Fugenlose Kante: Möbelbranche wagt den Kantensprung

Fachartikel

Eine der größten Herausforderungen bei der Produktion hochwertiger Möbelplatten ist die sichere Verarbeitung der Kanten. Das Hauptproblem hierbei ist die Kantennaht.

Möbelkanten werden in Kantenanleim-Maschinen nach dem Klebstoffauftrag an die Möbelplatte gefügt. Die Verarbeitung mit diesem Verfahren erzeugt immer eine mehr oder weniger sichtbare Nahtstelle zwischen Platte und Furniermittel und führt früher oder später zum unerwünschten Nachdunkeln der Klebefuge.

Zudem führt der Auftrag von Klebemittel unweigerlich zu kleinen Unebenheiten der Kante. Bei Einsatz von minderwertigen Klebestoffen ist sogar das spätere Abblättern des Furniers möglich. Um diesen Makeln Abhilfe zu schaffen, entwickelte man neue Fertigungsverfahren, die unter anderem moderne Lasertechnik einsetzen.

Die Technik
Ziel ist es also eine optische Nullfuge zwischen Kante und Platte zu erzeugen und auf Klebemittel zu verzichten. Die Antwort darauf ist die Laserkante.
Bei diesem innovativen Verfahren wird die übliche Verleimungsmaschine in der Fertigungsanlage durch einen hocheffizienten Laser ersetzt. Das Verbinden von Platte und Kante erfolgt dabei mit einem zielgerichteten Laserstrahl, der oszillierend eine hauchdünne Funktionsschicht der Kante reaktiviert. Im Anschluss wird diese direkt auf das Werkstück gepresst, so dass diese dauerhaft miteinander verschmelzen. Die Lasertechnologie eröffnet dabei Potentiale im Prozess der Kantenverarbeitung und schafft somit ein qualitativ hochwertiges Produkt, das neue Maßstäbe in Sachen Qualität und Design setzt.

Dieser Qualitätssprung ist auch für Ungeübte mit bloßem Auge sichtbar. Besser gesagt unsichtbar, denn eine Fuge zwischen Plattendeckschicht und Kante ist auf diese Weise nicht mehr auszumachen.

Laserkante auch ökologisch sinnvoll
Neben dem Qualitätsgewinn entlastet die neue Lasertechnologie durch fertigungstechnische Optimierung der Kantenbearbeitung nachhaltig die Umwelt. Neben dem Kleber kann auch auf andere umwelttechnisch bedenkliche Trenn- und Reinigungsmittel verzichtet werden. Dadurch sinken nicht nur die Materialverbräuche sondern es fallen auch nur noch sortenreine Reste zur umweltfreundlichen Entsorgung an.

Das Laserverfahren arbeitet sogar äußerst energiesparend und verbraucht deutlich weniger Energie als eine Maschine, bei der der Kleber stets heiß gehalten werden muss.

Durch diesen effizienteren Ressourceneinsatz tun Hersteller wie Palmberg nicht nur der Umwelt einen Gefallen sondern machen die Rüstkosten für die Lasertechnologie wett und somit das neue Angebot auch bezahlbar für den Endkunden.
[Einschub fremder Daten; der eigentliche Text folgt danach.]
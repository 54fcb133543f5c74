"""The bobbin window drawn in cross-section, as Rich text for a terminal.

One half of the window is drawn, the way a coil is sectioned on a drawing: the
core along the bottom, the two flanges as walls left and right, the end
clearances shaded beside each flange, the top clearance below the rim shaded
across, a dashed line at the usable height, and the build growing up from the
core. The planned build is drawn shaded (its top to 1/8 of a row) and the build
wound so far (monitor) solid, to 1/8 of a row.

All lengths come in metres (the bobbin's SI floats); labels are millimetres.
Pure function of its inputs: no terminal or Textual state.
"""

from __future__ import annotations

import math
from typing import Any

from rich.text import Text

from winder.tui.cells import CellText

# Eighth blocks from empty to full, for the top cell of a column of build.
_EIGHTHS = " ▁▂▃▄▅▆▇█"

STYLE_FLANGE = "bold #8a94a6"
STYLE_CORE = "#8a94a6"
STYLE_CLEAR = "#4a5263"
STYLE_USABLE = "#d9a440"
COLOUR_PLANNED = "#4f8fb0"
COLOUR_WOUND = "#5fd7af"
COLOUR_OVER = "#c43c3c"
STYLE_PLANNED = "#6fa8c8"
STYLE_WOUND = "bold #5fd7af"
STYLE_OVER = "bold #ff5f5f"
STYLE_LABEL = "#c0c6d0"

LABEL_WIDTH = 24  # columns reserved on the right for the height labels


def core_text(core: Any) -> str:
    """'core Ø 5.00 mm' or 'core 6.40 x 58.0 mm' for a round or rectangular core."""
    if hasattr(core, "diameter_m"):
        return f"core Ø {core.diameter_m * 1e3:.2f} mm"
    if hasattr(core, "width_m") and hasattr(core, "length_m"):
        return f"core {core.width_m * 1e3:.2f} x {core.length_m * 1e3:.1f} mm"
    return "core"


def _fill_cell(level: float) -> str:
    """The block for a cell whose lower ``level`` (0..1) is filled."""
    k = max(0, min(8, int(round(level * 8))))
    return _EIGHTHS[k]


def window_section(bobbin: Any, planned_m: float, wound_m: float | None = None, *,
                   width: int = 60, height: int = 14) -> Text:
    """Draw ``bobbin``'s window with the planned build (and the build wound so far).

    ``planned_m`` and ``wound_m`` are build heights above the core in metres.
    ``width``/``height`` are the size in terminal cells, labels included; at least
    36 x 6. Returns Rich :class:`~rich.text.Text` of ``height`` lines.
    """
    width = max(36, int(width))
    height = max(6, int(height))
    win_w = float(bobbin.window_width_m)
    win_h = float(bobbin.window_height_m)
    usable_h = float(bobbin.usable_height_m)
    clear_end = float(bobbin.clearance_ends_m)

    rows = height - 2                     # window rows; then a core row and a scale row
    inner = width - 2 - LABEL_WIDTH       # columns between the flanges
    inner = max(10, inner)
    row_h = win_h / rows                  # metres per row
    clear_cols = int(round(clear_end / win_w * inner)) if win_w > 0 else 0
    clear_cols = min(clear_cols, inner // 2 - 1)
    if clear_end > 0:
        clear_cols = max(1, clear_cols)
    usable_row = rows - int(round(usable_h / row_h))   # row index of the usable line
    usable_row = max(0, min(rows - 1, usable_row))

    over = planned_m > usable_h * (1 + 1e-9)
    labels: dict[int, tuple[str, str]] = {0: (f" rim {win_h * 1e3:6.2f} mm", STYLE_LABEL)}

    def put_label(row: int, text: str, style: str) -> None:
        # Keep labels apart: move down (or up) to the nearest free row.
        for delta in range(rows):
            for r in (row + delta, row - delta):
                if 0 <= r < rows and r not in labels:
                    labels[r] = (text, style)
                    return

    put_label(usable_row, f" usable {usable_h * 1e3:6.2f} mm", STYLE_USABLE)
    pct = planned_m / usable_h * 100 if usable_h > 0 else math.inf
    plan_row = rows - 1 - min(rows - 1, int(planned_m / row_h)) if planned_m > 0 else rows - 1
    put_label(plan_row, f" plan {planned_m * 1e3:6.2f} mm {pct:4.0f} %",
              STYLE_OVER if over else STYLE_PLANNED)
    if wound_m is not None:
        wpct = wound_m / usable_h * 100 if usable_h > 0 else math.inf
        wound_row = rows - 1 - min(rows - 1, int(wound_m / row_h)) if wound_m > 0 else rows - 1
        put_label(wound_row, f" now  {wound_m * 1e3:6.2f} mm {wpct:4.0f} %",
                  STYLE_OVER if wound_m > usable_h else STYLE_WOUND)

    out = CellText()
    for r in range(rows):
        lo = (rows - 1 - r) * row_h        # bottom of this row, metres above the core
        out.append("▐", STYLE_FLANGE)
        for c in range(inner):
            if c < clear_cols or c >= inner - clear_cols:
                out.append("·", STYLE_CLEAR)                 # end clearance
                continue
            ch, fg = " ", ""
            if r < usable_row:
                ch, fg = "░", STYLE_CLEAR                    # top clearance
            elif r == usable_row:
                ch, fg = "┄", STYLE_USABLE
            high = lo >= usable_h - row_h * 1e-6           # row at or above the usable line
            planned_level = (planned_m - lo) / row_h
            if planned_level >= 1:
                ch, fg = "▒", COLOUR_OVER if high else COLOUR_PLANNED
            elif planned_level >= 1 / 16:
                ch, fg = _fill_cell(planned_level), COLOUR_OVER if high else COLOUR_PLANNED
            if wound_m is not None:
                wound_level = (wound_m - lo) / row_h
                if wound_level >= 1 / 16:
                    ch = _fill_cell(min(1.0, wound_level))
                    fg = "bold " + (COLOUR_OVER if high else COLOUR_WOUND)
            out.append(ch, fg)
        out.append("▌", STYLE_FLANGE)
        text, style = labels.get(r, ("", ""))
        out.append(text[:LABEL_WIDTH].ljust(LABEL_WIDTH), style)
        out.append("\n")
    # Core row.
    out.append("▐" + "▀" * inner + "▌", STYLE_CORE)
    out.append(f" {core_text(bobbin.core)}"[:LABEL_WIDTH].ljust(LABEL_WIDTH), STYLE_LABEL)
    out.append("\n")
    # Scale row: the window and usable widths.
    usable_w = float(bobbin.usable_width_m)
    scale = (f" window {win_w * 1e3:.1f} mm · usable {usable_w * 1e3:.1f} mm"
             f" · ends {clear_end * 1e3:.1f} mm")
    out.append(scale[: width].ljust(width), STYLE_LABEL)
    return out.text()
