"""Resistance against turns, drawn with Unicode braille cells.

A braille character holds a 2 x 4 grid of dots, so a chart of ``w`` x ``h``
cells has ``2w`` x ``4h`` dots: enough to show the predicted curve, its
tolerance band and measured readings legibly in a terminal panel. Readings are
drawn one per cell as a solid marker over the curve; the turn count now is a
faint vertical line.

Pure function of its inputs (turns and ohms as plain floats); returns Rich text.
"""

from __future__ import annotations

import math
from collections.abc import Sequence

from rich.text import Text

from winder.tui.cells import CellText
from winder.tui.progress import ohm_text

# Braille dot bits by (column, row) inside a cell; rows count down from the top.
_DOTS = ((0x01, 0x02, 0x04, 0x40), (0x08, 0x10, 0x20, 0x80))

STYLE_CURVE = "#6fa8c8"
STYLE_BAND = "#3c5a6e"
STYLE_POINT = "bold #ffaf5f"
STYLE_NOW = "#5a5f6b"
STYLE_AXIS = "#8a94a6"

Y_LABEL_WIDTH = 10


def nice_ceiling(value: float) -> float:
    """The smallest 1, 1.2, 1.5, 2, 2.5, 3, 4, 5, 6 or 8 x 10^k at or above ``value``."""
    if value <= 0 or not math.isfinite(value):
        return 1.0
    exp = math.floor(math.log10(value))
    for m in (1.0, 1.2, 1.5, 2.0, 2.5, 3.0, 4.0, 5.0, 6.0, 8.0, 10.0):
        if m * 10**exp >= value * (1 - 1e-12):
            return m * 10**exp
    return 10.0 ** (exp + 1)  # pragma: no cover - unreachable


def round_up(value: float, digits: int = 2) -> float:
    """``value`` rounded up to ``digits`` significant figures (axis ends): 8058 -> 8100."""
    if value <= 0 or not math.isfinite(value):
        return 1.0
    step = 10 ** (math.floor(math.log10(value)) - digits + 1)
    return math.ceil(value / step * (1 - 1e-12)) * step


def _turns_text(value: float) -> str:
    if value >= 10_000:
        return f"{value / 1000:.4g}k"
    return f"{value:.4g}"


class _Canvas:
    """A dot grid ``2w`` x ``4h`` with one style per cell (last writer wins)."""

    def __init__(self, w: int, h: int):
        self.w, self.h = w, h
        self.bits = [[0] * w for _ in range(h)]
        self.style = [[""] * w for _ in range(h)]
        self.mark: dict[tuple[int, int], tuple[str, str]] = {}

    def dot(self, x: int, y: int, style: str) -> None:
        """Set dot (x, y); x from the left, y from the bottom, in dots."""
        if not (0 <= x < 2 * self.w and 0 <= y < 4 * self.h):
            return
        col, row = x // 2, self.h - 1 - y // 4
        self.bits[row][col] |= _DOTS[x % 2][3 - y % 4]
        if not self.style[row][col] or style != STYLE_BAND:
            self.style[row][col] = style

    def dot_under(self, x: int, y: int, style: str) -> None:
        """Set dot (x, y) beneath what is drawn: its style shows only in a cell that is
        empty or holds the band alone (as if drawn before the band and the curve)."""
        if not (0 <= x < 2 * self.w and 0 <= y < 4 * self.h):
            return
        col, row = x // 2, self.h - 1 - y // 4
        self.bits[row][col] |= _DOTS[x % 2][3 - y % 4]
        if self.style[row][col] in ("", STYLE_BAND):
            self.style[row][col] = style

    def copy(self) -> _Canvas:
        out = _Canvas.__new__(_Canvas)
        out.w, out.h = self.w, self.h
        out.bits = [row[:] for row in self.bits]
        out.style = [row[:] for row in self.style]
        out.mark = dict(self.mark)
        return out

    def line(self, x0: int, y0: int, x1: int, y1: int, style: str) -> None:
        steps = max(abs(x1 - x0), abs(y1 - y0), 1)
        for i in range(steps + 1):
            self.dot(round(x0 + (x1 - x0) * i / steps), round(y0 + (y1 - y0) * i / steps), style)

    def text(self) -> list[CellText]:
        lines = []
        for row in range(self.h):
            t = CellText()
            for col in range(self.w):
                if (col, row) in self.mark:
                    ch, st = self.mark[(col, row)]
                    t.append(ch, st)
                elif self.bits[row][col]:
                    t.append(chr(0x2800 + self.bits[row][col]), self.style[row][col])
                else:
                    t.append(" ")
            lines.append(t)
        return lines


_BASE: dict[tuple, _Canvas] = {}


def _draw_base(cv: _Canvas, sx: float, sy: float, xs: Sequence[float], ys: Sequence[float],
               band: tuple[Sequence[float], Sequence[float]] | None,
               readings: Sequence[tuple[float, float]]) -> None:
    """The parts of the chart that do not move with the count: band, curve, readings."""
    def pt(x: float, y: float) -> tuple[int, int]:
        return round(x * sx), round(max(0.0, y) * sy)

    if band is not None:
        for series in band:
            for i in range(1, len(xs)):
                cv.line(*pt(xs[i - 1], series[i - 1]), *pt(xs[i], series[i]), STYLE_BAND)
    for i in range(1, len(xs)):
        cv.line(*pt(xs[i - 1], ys[i - 1]), *pt(xs[i], ys[i]), STYLE_CURVE)
    for x, y in readings:
        px, py = pt(x, y)
        col, row = min(cv.w - 1, px // 2), cv.h - 1 - min(cv.h - 1, py // 4)
        cv.mark[(col, row)] = ("●", STYLE_POINT)


def resistance_chart(width: int, height: int, *, turns_max: float,
                     curve: tuple[Sequence[float], Sequence[float]],
                     band: tuple[Sequence[float], Sequence[float]] | None = None,
                     readings: Sequence[tuple[float, float]] = (),
                     now_turns: float | None = None) -> Text:
    """Chart resistance (ohm) against turns.

    ``curve`` is (turns, ohm) of the prediction; ``band`` is (ohm_low, ohm_high)
    on the same turns; ``readings`` are measured (turns, ohm) points;
    ``now_turns`` draws the turn count now. ``width``/``height`` in cells, axes
    included (at least 16 x 5).
    """
    width = max(16, int(width))
    height = max(5, int(height))
    plot_w = width - Y_LABEL_WIDTH - 1
    plot_h = height - 2                   # x axis row and label row below
    xs, ys = list(curve[0]), list(curve[1])
    y_top = max([*ys, *(band[1] if band else []), *(r[1] for r in readings), 0.0])
    y_max = round_up(y_top * 1.02)
    x_max = round_up(max(turns_max, *(r[0] for r in readings), 1.0))
    sx = (2 * plot_w - 1) / x_max
    sy = (4 * plot_h - 1) / y_max
    key = (plot_w, plot_h, x_max, y_max, tuple(xs), tuple(ys),
           None if band is None else (tuple(band[0]), tuple(band[1])), tuple(readings))
    base = _BASE.get(key)
    if base is None:
        base = _Canvas(plot_w, plot_h)
        _draw_base(base, sx, sy, xs, ys, band, readings)
        _BASE.clear()                    # one chart on screen: keep the newest only
        _BASE[key] = base
    cv = base.copy()
    if now_turns is not None and 0 <= now_turns <= x_max:
        x = round(now_turns * sx)
        for y in range(0, 4 * plot_h, 2):
            cv.dot_under(x, y, STYLE_NOW)

    out = CellText()
    for row, line in enumerate(cv.text()):
        if row == 0:
            label = ohm_text(y_max, 3)
        elif row == plot_h // 2:
            label = ohm_text(y_max / 2, 3)
        else:
            label = ""
        out.append(label.rjust(Y_LABEL_WIDTH - 1) + " ", STYLE_AXIS)
        out.append("┤" if label else "│", STYLE_AXIS)
        for chunk, style in line.parts:
            out.append(chunk, style)
        out.append("\n")
    out.append(" " * (Y_LABEL_WIDTH - 1) + "0└" + "─" * plot_w + "\n", STYLE_AXIS)
    mid = _turns_text(x_max / 2)
    right = f"{_turns_text(x_max)} turns"
    axis = [" "] * (plot_w + 1)
    half = plot_w // 2
    for i, ch in enumerate(mid):
        if 0 <= half - len(mid) // 2 + i < len(axis):
            axis[half - len(mid) // 2 + i] = ch
    for i, ch in enumerate(right):
        axis[len(axis) - len(right) + i] = ch
    out.append(" " * Y_LABEL_WIDTH + "".join(axis), STYLE_AXIS)
    return out.text()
Deutliche Steigerung der Qualität und Langlebigkeit
Abgesehen von der optischen Komponente hat die Laserkante noch mehr zu bieten:
Beispielsweise steigen Widerstandsfähigkeit und Gebrauchstüchtigkeit des Möbelteils signifikant, da kein Schmutz und keine Feuchtigkeit in das Plattenmaterial über die Fuge eindringen kann. Auch die Hitzebeständigkeit wird gesteigert, da kein Klebemittel verwendet wird, dass sich bei erhöhter Temperatur verflüssigen könnte. Alterungs- und Abnutzungserscheinungen des Möbelteils werden so drastisch vermindert.

Herkömmliche Möbelkante
Herkömmliche Möbelkante

Nebst diesen ergeben sich auch in puncto Design Vorteile. So gibt es hinsichtlich der Farb- und Dekorpalette in Abstimmung der Säume der Einrichtungsgegenstände keinerlei Einschränkungen mehr.

Während manche Fachhändler noch die Entwicklung der neuen Technologie abwarten wollen ist man sich bei der SHB Objektdesign GmbH sicher, dass die Laserkante ein großer Schritt vorwärts ist was die Qualität von Möbelstücken angeht. Die Argumente für die Laserkante liegen klar auf der Hand: längere Lebensdauer, bessere Widerstandfähigkeit sowie eine allgemeine Qualitätssteigerung sprechen für sich.

Fazit
Zwar gibt es mittlerweile auch alternative Techniken zur Kantenverarbeitung, wie z.B. die Plasmatechnologie, die ähnliche Ergebnisse verspricht, doch die Richtung ist klar. Egal welche technischen Verfahren letztendlich die Nullfuge erzeugen, der Phoenix ist aus dem Ei: Immer mehr Hersteller folgen dem Beispiel und bieten zukünftig ebenfalls Möbelstücke, die dieses besondere Merkmal aufweisen. Auch Verbraucher wollen diese Innovation wegen der offensichtlichen Vorteile nicht mehr missen und dürften sich mit der Verbreitung der Technologie auch an einer Verbesserung des Preis- Leistungsverhältnisses erfreuen.

 


Das riesige Dach der hochmodernen Müllverbrennungsanlage Amager Ressource Center in Kopenhagen bietet wertvolle Freizeit- und Erholungsfläche. Quelle: Ehrhorn Hummerston

Dach

Wärmelandschaft Carbo e-Therm. Bild: FutureCarbon GmbH, MaxAlex – stock.adobe.com

Gebäudetechnik

Bild: Visualisierung: Unnewehr Packbauer Architekten / grauwald studio

Projekte (d)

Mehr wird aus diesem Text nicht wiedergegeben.